- _Record excerpts_:

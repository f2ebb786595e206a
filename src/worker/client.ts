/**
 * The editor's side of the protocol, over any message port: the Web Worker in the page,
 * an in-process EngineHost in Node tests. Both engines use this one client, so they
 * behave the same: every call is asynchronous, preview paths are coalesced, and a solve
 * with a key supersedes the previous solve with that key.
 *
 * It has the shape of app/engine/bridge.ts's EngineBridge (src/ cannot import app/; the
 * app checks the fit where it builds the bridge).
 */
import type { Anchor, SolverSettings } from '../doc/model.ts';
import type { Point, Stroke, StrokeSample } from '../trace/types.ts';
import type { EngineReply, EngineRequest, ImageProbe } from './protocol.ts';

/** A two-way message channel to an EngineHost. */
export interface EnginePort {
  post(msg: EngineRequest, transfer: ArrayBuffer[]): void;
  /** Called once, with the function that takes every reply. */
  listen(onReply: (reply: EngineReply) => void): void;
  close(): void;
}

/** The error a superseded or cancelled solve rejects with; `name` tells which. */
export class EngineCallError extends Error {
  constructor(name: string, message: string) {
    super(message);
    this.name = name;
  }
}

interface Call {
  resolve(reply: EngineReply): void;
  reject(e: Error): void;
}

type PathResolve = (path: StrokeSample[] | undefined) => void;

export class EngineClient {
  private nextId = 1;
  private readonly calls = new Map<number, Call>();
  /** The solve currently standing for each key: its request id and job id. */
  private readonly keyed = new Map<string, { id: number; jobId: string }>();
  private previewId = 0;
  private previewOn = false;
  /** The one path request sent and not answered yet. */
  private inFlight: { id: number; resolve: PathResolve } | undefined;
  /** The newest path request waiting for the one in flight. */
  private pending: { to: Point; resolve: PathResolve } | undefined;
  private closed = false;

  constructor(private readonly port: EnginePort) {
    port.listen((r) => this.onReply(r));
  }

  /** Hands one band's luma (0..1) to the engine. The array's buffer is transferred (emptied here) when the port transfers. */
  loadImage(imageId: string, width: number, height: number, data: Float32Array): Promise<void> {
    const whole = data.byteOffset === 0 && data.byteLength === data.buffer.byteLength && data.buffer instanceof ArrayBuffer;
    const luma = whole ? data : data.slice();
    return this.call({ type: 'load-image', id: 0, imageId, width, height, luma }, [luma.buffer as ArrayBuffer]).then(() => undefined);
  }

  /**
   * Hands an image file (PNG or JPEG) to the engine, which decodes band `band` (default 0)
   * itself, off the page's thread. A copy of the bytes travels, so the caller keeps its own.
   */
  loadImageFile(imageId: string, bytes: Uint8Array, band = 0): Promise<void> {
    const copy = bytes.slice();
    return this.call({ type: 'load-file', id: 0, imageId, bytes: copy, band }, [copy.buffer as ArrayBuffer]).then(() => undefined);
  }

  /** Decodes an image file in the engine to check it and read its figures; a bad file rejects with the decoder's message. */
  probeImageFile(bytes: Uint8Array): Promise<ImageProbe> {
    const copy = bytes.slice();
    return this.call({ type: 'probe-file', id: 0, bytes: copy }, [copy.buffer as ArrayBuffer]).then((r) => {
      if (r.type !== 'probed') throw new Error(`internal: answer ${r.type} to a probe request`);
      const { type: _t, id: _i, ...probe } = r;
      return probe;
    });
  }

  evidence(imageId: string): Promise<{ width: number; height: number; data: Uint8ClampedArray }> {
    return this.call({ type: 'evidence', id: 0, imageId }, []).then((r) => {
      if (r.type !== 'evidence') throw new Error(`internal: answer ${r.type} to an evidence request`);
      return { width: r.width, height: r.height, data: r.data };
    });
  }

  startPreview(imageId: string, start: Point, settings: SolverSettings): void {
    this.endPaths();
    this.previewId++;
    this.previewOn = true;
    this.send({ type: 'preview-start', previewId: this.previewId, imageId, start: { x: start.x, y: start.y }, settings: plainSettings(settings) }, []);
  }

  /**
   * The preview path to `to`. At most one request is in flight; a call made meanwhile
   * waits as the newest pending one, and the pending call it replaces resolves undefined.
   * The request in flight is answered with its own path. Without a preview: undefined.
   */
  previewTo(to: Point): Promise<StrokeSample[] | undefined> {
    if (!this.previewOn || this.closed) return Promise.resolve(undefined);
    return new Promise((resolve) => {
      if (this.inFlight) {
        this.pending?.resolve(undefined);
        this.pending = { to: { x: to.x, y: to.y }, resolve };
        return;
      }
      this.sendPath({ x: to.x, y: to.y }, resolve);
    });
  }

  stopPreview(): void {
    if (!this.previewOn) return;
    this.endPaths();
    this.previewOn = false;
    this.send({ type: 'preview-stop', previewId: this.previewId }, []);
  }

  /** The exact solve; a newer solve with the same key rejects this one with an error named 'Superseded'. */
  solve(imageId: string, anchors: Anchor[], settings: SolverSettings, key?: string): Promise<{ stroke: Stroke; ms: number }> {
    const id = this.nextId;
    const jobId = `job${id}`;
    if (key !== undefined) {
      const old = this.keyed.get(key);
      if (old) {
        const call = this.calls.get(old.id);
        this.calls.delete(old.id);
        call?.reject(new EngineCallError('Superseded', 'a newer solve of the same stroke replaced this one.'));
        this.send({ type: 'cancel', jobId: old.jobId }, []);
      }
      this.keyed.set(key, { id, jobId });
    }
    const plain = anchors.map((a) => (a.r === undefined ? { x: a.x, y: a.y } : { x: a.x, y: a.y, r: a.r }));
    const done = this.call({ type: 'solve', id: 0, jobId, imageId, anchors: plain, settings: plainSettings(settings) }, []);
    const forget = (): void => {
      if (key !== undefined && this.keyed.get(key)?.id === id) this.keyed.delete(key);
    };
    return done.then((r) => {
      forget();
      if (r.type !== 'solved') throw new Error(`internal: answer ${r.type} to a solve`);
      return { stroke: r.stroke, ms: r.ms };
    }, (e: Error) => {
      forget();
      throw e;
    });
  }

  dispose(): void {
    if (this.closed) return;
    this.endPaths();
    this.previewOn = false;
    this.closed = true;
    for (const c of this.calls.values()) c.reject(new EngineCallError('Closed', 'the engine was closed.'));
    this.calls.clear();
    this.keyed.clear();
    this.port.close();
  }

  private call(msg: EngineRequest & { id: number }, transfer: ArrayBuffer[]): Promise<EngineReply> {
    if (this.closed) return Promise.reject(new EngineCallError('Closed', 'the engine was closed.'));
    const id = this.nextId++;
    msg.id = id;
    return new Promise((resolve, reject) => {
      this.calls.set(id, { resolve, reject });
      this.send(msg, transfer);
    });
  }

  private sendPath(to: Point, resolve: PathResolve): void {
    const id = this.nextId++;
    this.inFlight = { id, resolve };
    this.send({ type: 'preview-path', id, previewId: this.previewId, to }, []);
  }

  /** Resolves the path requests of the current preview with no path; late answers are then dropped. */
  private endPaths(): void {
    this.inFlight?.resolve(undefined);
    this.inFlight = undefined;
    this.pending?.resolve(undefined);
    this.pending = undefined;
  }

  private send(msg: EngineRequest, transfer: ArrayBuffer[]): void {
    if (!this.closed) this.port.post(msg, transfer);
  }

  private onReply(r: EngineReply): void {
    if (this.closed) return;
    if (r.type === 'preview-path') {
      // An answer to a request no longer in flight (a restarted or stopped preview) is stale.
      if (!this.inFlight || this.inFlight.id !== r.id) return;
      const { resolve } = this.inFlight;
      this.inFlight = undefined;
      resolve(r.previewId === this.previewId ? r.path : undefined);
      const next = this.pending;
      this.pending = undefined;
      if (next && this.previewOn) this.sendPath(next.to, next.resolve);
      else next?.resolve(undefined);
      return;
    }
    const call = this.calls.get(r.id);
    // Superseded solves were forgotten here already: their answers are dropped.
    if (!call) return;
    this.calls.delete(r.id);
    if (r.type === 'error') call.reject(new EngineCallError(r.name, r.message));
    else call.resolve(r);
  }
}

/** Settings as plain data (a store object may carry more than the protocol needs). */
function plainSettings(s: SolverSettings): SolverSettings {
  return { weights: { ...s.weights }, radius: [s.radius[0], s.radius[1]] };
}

- _Your assignment_:
Filter the entries by the string "constructor" and copy each matching line.

- _Output for this task_:
  constructor(name: string, message: string) {
  constructor(private readonly port: EnginePort) {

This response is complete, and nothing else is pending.